Marketers: What next? It’s a global question

By Kim Portrate, CEO - ThinkTV

If there’s any solace to be had right now it’s that marketers around the globe are being asked the same questions about how to manage the impact of COVID-19 and beyond. Aussie marketers don’t need to feel alone when planning the road to recovery. There’s plenty of available information to help.

Key points:

  • In its report ‘When others go quiet your voice gets louder’, the IPA shows that continuing to advertise can lead to brand growth and help firms recover when the downturn ends
  • To make the most of the opportunity, brands need to aim for a greater share of voice which doesn’t necessarily mean spending more
  • When it comes to how to advertise, the IPA suggests empathetic, humane creative works best.

No doubt you’ve had a tough couple of weeks trying to navigate a constantly shifting consumer landscape. With restrictions changing every day and consumer spending habits altering in tandem, it’s pretty hard to make head or tails of what to do.

If there’s any solace to be had, it’s that this is a global marketing issue and Aussie marketers shouldn’t feel alone when battling the tough questions.

Like me, you’ve probably been looking abroad for guidance in how to manage this evolving challenge. The UK’s Institute of Practitioners in Advertising (IPA) has been a source of true inspiration.

In its report ‘When others go quiet your voice gets louder’, the IPA makes a great point that although the recession bought on by CV-19 is unique, it doesn’t mean the recovery will be. We can look to past examples of economic downturn for how to prepare for the bounce back and the IPA does just that.

As brands and businesses seek out ways to balance the P&L, the temptation to cut advertising is understandable. But the data from past recessions tells us this is counter intuitive. Several studies support the theory that pulling back spend now will have a lasting impact on brand health as well as sales with Peter Field, the Godfather of effectiveness, noting it could take five years of increased spend to regain the ground lost.
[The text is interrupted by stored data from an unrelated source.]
/// Contests on the day the message names, when it names a day but no
/// event ("who won yesterday?"): finals first, as an unqualified event
/// means its final. `None` without a day.
pub fn day_contests(data: &Dataset, a: &Analysis) -> Option<Vec<usize>> {
    let d = a.days.first()?;
    let on: Vec<usize> = (0..data.contests.len())
        .filter(|&ci| data.facts[ci].start.date() == d.date)
        .collect();
    let finals: Vec<usize> = on
        .iter()
        .copied()
        .filter(|&ci| data.contests[ci].phase == "final")
        .collect();
    Some(if finals.is_empty() { on } else { finals })
}

/// How a reply names an event the data does not have, from the parts the
/// reader named, in their order, as the data write them ("women's", "1500
/// m"), with the word nothing explained ("relay") where it stood, and the
/// day named ("on Friday 13 August").
fn event_words(data: &Dataset, a: &Analysis) -> String {
    let mut words: Vec<String> = Vec::new();
    let odd = odd_event_word(a);
    for m in &a.mentions {
        let Some((t, _)) = m.candidates.first() else {
            continue;
        };
        if odd.is_some_and(|j| j + 1 == m.start) {
            words.push(a.tokens[m.start - 1].clone());
        }
        match t {
            Target::Category(c) if c == "men" || c == "women" => words.push(format!("{c}'s")),
            Target::Category(c) | Target::Phase(c) => words.push(c.clone()),
            Target::Entity(e @ (EntityRef::Discipline(..) | EntityRef::Sport(_)), _) => {
                words.push(data.entity_name(*e))
            }
            _ => continue,
        }
        if odd == Some(m.end) {
            words.push(a.tokens[m.end].clone());
        }
    }
    if let Some(d) = a.days.first() {
        words.push(format!("on {}", d.date.strftime("%A %-d %B")));
    }
    words.join(" ")
}
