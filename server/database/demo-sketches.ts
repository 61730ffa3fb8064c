/** Demo sketches of the Millrace Yard retrofit (filled in by the sketch document work). */
export function demoSketches(): { title: string; project: string; description: string; status: 'draft' | 'submitted' | 'approved'; document: unknown }[] {
  return []
}
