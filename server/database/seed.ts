import type { Db } from '../models'
import type { Role } from '../../shared/auth/roles'
import { demoSketches } from './demo-sketches'
import { seedDemoTeam } from './demo-team'

/** The demo password of every demo account (README: change it, or reset, before real use). */
export const DEMO_PASSWORD = 'millrace-demo-2026'

/** The Millrace Yard retrofit demo workspace (an invented scenario). */
export const DEMO_ACCOUNTS: { email: string; name: string; role: Role }[] = [
  { email: 'admin@millrace.test', name: 'Ada Marsh (admin)', role: 'admin' },
  { email: 'engineer@millrace.test', name: 'Eli Brandt (engineer)', role: 'engineer' },
  { email: 'checker@millrace.test', name: 'Cora Vint (checker)', role: 'checker' },
  { email: 'viewer@millrace.test', name: 'Vic Hale (fabricator, viewer)', role: 'viewer' },
]

type Hasher = (password: string) => Promise<string>

/** Seeds the demo workspace when the database holds no account at all. Returns whether it seeded. */
export async function seedDemoIfEmpty(db: Db, hash: Hasher): Promise<boolean> {
  if ((await db.User.count()) > 0) return false
  await seedDemo(db, hash)
  return true
}

/**
 * (Re)creates the demo accounts and their sketches. Existing demo accounts get their demo
 * password and role back and their demo sketches replaced; other accounts are left alone.
 */
export async function seedDemo(db: Db, hash: Hasher): Promise<void> {
  const passwordHash = await hash(DEMO_PASSWORD)
  await db.sequelize.transaction(async (transaction) => {
    const ids: Record<string, string> = {}
    const emails: Record<string, string> = {}
    for (const account of DEMO_ACCOUNTS) {
      const [user] = await db.User.findOrCreate({
        where: { email: account.email },
        defaults: { ...account, passwordHash },
        transaction,
      })
      await user.update({ name: account.name, role: account.role, passwordHash }, { transaction })
      ids[account.role] = user.id
      emails[account.role] = user.email
    }
    const ownerId = ids.engineer!
    const sketches = demoSketches()
    await db.Sketch.destroy({ where: { ownerId, title: sketches.map(s => s.title) }, transaction })
    const made = new Map<string, Awaited<ReturnType<typeof db.Sketch.create>>>()
    for (const sketch of sketches) {
      // Drafts here; the team seed sets the review state of the sketches it submits or approves.
      made.set(sketch.title, await db.Sketch.create({ ...sketch, status: 'draft', ownerId, document: JSON.stringify(sketch.document) }, { transaction }))
    }
    await seedDemoTeam(db, ids, made, emails, transaction)
  })
}
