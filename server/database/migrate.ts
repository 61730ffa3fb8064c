import type { Sequelize } from 'sequelize'
import { SequelizeStorage, Umzug } from 'umzug'
import { inMigrationTransaction } from './connection'
import { migrations as all } from './migrations'

type Migration = (typeof all)[number]

/**
 * Applies every pending migration; returns the names applied. The whole run is one transaction
 * (SQLite's and PostgreSQL's DDL are transactional, see inMigrationTransaction), so a migration
 * that fails leaves the database exactly as it was, earlier pending ones included.
 * `list` is for tests; the server always passes the full list.
 */
export async function migrate(sequelize: Sequelize, list: readonly Migration[] = all): Promise<string[]> {
  const run = async (on: Sequelize) => {
    const umzug = new Umzug({
      migrations: list.map(m => ({ name: m.name, up: m.up, down: m.down })),
      context: on.getQueryInterface(),
      storage: new SequelizeStorage({ sequelize: on, tableName: 'schema_migrations' }),
      logger: undefined,
    })
    return (await umzug.up()).map(m => m.name)
  }
  return inMigrationTransaction(sequelize, run)
}
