describe('sectionProperties: composites by the parallel-axis theorem, computed by hand from rectangles', () => {
  it('built-up I from 3 plates (2 flanges 200 x 20, web 10 x 360) as three parts of one material', () => {
    const p = properties([
      { outline: rect(0, 380, 200, 20), material: steel },
      { outline: rect(95, 20, 10, 360), material: steel },
      { outline: rect(0, 0, 200, 20), material: steel },
    ])
    expectMatches(p, byParallelAxis([{ x: 0, y: 380, w: 200, h: 20 }, { x: 95, y: 20, w: 10, h: 360 }, { x: 0, y: 0, w: 200, h: 20 }]))
    expectClose(p.S.top, p.Ixx / 200, 1e-14)
    // Plastic modulus by hand: flanges 2·(200·20)·190, web 10·360²/4.
    expectClose(p.Z.x, 2 * 200 * 20 * 190 + (10 * 360 ** 2) / 4, 1e-12)
    // The union has one outer boundary: 2·200 + 4·20 + 2·190 + 2·360.
    expectClose(p.perimeter, 1580, 1e-14)
  })

  it('box 200 x 300 with a 180 x 260 void drawn as a hole: Ixx = (BH³ - bh³)/12', () => {
    const p = properties([{ outline: rect(0, 0, 200, 300), holes: [rect(10, 20, 180, 260)] }])
    expectMatches(p, byParallelAxis([{ x: 0, y: 0, w: 200, h: 300 }, { x: 10, y: 20, w: 180, h: 260, k: -1 }]))
    expectClose(p.Ixx, (200 * 300 ** 3 - 180 * 260 ** 3) / 12, 1e-12)
  })

  it('Z-section 130 x 200 x 10 (one outline): Ixy ≠ 0 by hand, and the principal axes from README "Method"', () => {
    const outline: Point[] = [[-65, -100], [5, -100], [5, 90], [65, 90], [65, 100], [-5, 100], [-5, -90], [-65, -90]]
    const p = properties([{ outline }])
    const hand = byParallelAxis([{ x: -5, y: -100, w: 10, h: 200 }, { x: 5, y: 90, w: 60, h: 10 }, { x: -65, y: -100, w: 60, h: 10 }])
    expectMatches(p, hand)
    expectClose(hand.Ixy, 2 * 600 * 35 * 95, 1e-15) // 3 990 000 mm⁴, both flanges in quadrants 1 and 3
    const R = Math.hypot((hand.Ixx - hand.Iyy) / 2, hand.Ixy)
    expectClose(p.I1, (hand.Ixx + hand.Iyy) / 2 + R, 1e-12)
    expectClose(p.I2, (hand.Ixx + hand.Iyy) / 2 - R, 1e-12)
    expectClose(p.theta, (0.5 * Math.atan2(-2 * hand.Ixy, hand.Ixx - hand.Iyy) * 180) / Math.PI, 1e-12)
    // Ixy > 0 (flanges in quadrants 1 and 3): the major axis turns clockwise from x, away from the flanges' diagonal.
    expect(p.theta).toBeLessThan(0)
  })

  it('unequal angle L 150 x 90 x 10 (no radii): Ixx, Iyy, Ixy by hand', () => {
    expectMatches(properties([{ outline: angle }]), angleByHand)
  })
})

describe('sectionProperties: principal axes checked outside the formula', () => {
  const p = properties([{ outline: angle }])

  it('I1, I2 and theta of the L 150 x 90 x 10 equal mathjs eigs of [[Ixx, -Ixy], [-Ixy, Iyy]]', () => {
    // The second moment about an axis along u = (cos t, sin t) is uᵀ M u with this M.
    const result = eigs([[p.Ixx, -p.Ixy], [-p.Ixy, p.Iyy]])
    const pairs = result.eigenvectors.map(({ value, vector }) => ({ value: Number(value), vector: (vector as number[]).map(Number) }))
    pairs.sort((a, b) => b.value - a.value)
    expectClose(p.I1, pairs[0]!.value, 1e-12)
    expectClose(p.I2, pairs[1]!.value, 1e-12)
    const [ux, uy] = pairs[0]!.vector as [number, number]
    expect(Math.abs(axisDifference(p.theta, (Math.atan2(uy, ux) * 180) / Math.PI))).toBeLessThan(1e-9)
  })

  it('rotating the L by -theta makes x its major axis: Ixx = I1 and Ixy = 0 (the sign of theta is right)', () => {
    const turned = properties([{ outline: transform(angle, -p.theta) }])
    expectClose(turned.Ixx, p.I1, 1e-11)
    expectClose(turned.Iyy, p.I2, 1e-11)
    expect(Math.abs(turned.Ixy)).toBeLessThan(1e-11 * p.I1)
    expect(Math.abs(turned.theta)).toBeLessThan(1e-9)
  })
})
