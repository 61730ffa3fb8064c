import { isLoopbackHost } from '../../shared/net/loopback'
import type { Db } from '../models'
import { DEMO_ACCOUNTS, DEMO_PASSWORD } from './seed'

/**
 * True when the server listens beyond this machine: HOST (or NITRO_HOST) names a non-loopback
 * address, or is unset (the built server then listens on every interface; `npm start` sets
 * 127.0.0.1 unless HOST is given).
 */
export function listensBeyondLoopback(env: NodeJS.ProcessEnv = process.env): boolean {
  const host = env.NITRO_HOST || env.HOST
  return !host || !isLoopbackHost(host)
}

/** The demo accounts that still sign in with the password printed in the README. */
export async function demoAccountsWithPublishedPassword(db: Db, verify: (hash: string, password: string) => Promise<boolean>): Promise<string[]> {
  const users = await db.User.findAll({ where: { email: DEMO_ACCOUNTS.map(a => a.email) } })
  const open: string[] = []
  for (const user of users) if (await verify(user.passwordHash, DEMO_PASSWORD)) open.push(user.email)
  return open
}

/** The message the server prints when it refuses to start: what is wrong and the commands that fix it. */
export function refusalMessage(host: string | undefined, emails: string[]): string {
  return [
    `[kernwise] Refusing to start: the server would listen on ${host || 'every interface'} and the demo account${emails.length === 1 ? '' : 's'} ${emails.join(', ')} still ${emails.length === 1 ? 'has' : 'have'} the published password.`,
    '[kernwise] Anyone on the network could sign in as the demo admin. Either give the demo accounts new passwords:',
    '[kernwise]   npm run db:passwords            (sets and prints a new random password for each)',
    '[kernwise] or start from an empty database without the demo:',
    '[kernwise]   npm run db:reset -- --no-demo   (deletes the database; the first account registered becomes admin)',
    '[kernwise] or listen on this machine only: HOST=127.0.0.1.',
  ].join('\n')
}
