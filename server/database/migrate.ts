import type { Sequelize } from 'sequelize'
import { SequelizeStorage, Umzug } from 'umzug'
import { migrations as all } from './migrations'

type Migration = (typeof all)[number]

/**
 * Applies every pending migration; returns the names applied. On SQLite the whole run is one
 * transaction on the connection the migrations use (SQLite's DDL is transactional), so a
 * migration that fails leaves the database exactly as it was, earlier pending ones included.
 * `list` is for tests; the server always passes the full list.
 */
export async function migrate(sequelize: Sequelize, list: readonly Migration[] = all): Promise<string[]> {
  const umzug = new Umzug({
    migrations: list.map(m => ({ name: m.name, up: m.up, down: m.down })),
    context: sequelize.getQueryInterface(),
    storage: new SequelizeStorage({ sequelize, tableName: 'schema_migrations' }),
    logger: undefined,
  })
  const sqlite = sequelize.getDialect() === 'sqlite'
  if (!sqlite || (await umzug.pending()).length === 0) return (await umzug.up()).map(m => m.name)
  // Raw statements on the one default connection that every query without a transaction uses.
  await sequelize.query('BEGIN IMMEDIATE')
  try {
    const done = await umzug.up()
    await sequelize.query('COMMIT')
    return done.map(m => m.name)
  } catch (error) {
    await sequelize.query('ROLLBACK')
    throw error
  }
}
At the heart of all this is share of voice with Field’s analysis of the IPA Effectiveness Databank finding brands with a share of category advertising spend greater than their market share saw much more growth in the years post-downturn than those that didn’t. But getting this extra share of voice doesn’t have to break the bank, particularly if your competitors have reduced or cut spend. By simply staying on air, you could soon find yourself commanding greater category share.

Of course, whether or not to keep advertising is only one challenge you’re having to work through. There’s also the concern of how you advertise. And this is where creative comes to the fore. Analysis by the IPA found creative is a key driver of effectiveness. Whether we’re in a crisis or not, emotive advertising has a distinct advantage over creative that doesn’t make your audience feel. Yet in the 2008-2009 slump, UK brands that tapped into nostalgia were able to triumph, even in categories where competition for share of voice remained.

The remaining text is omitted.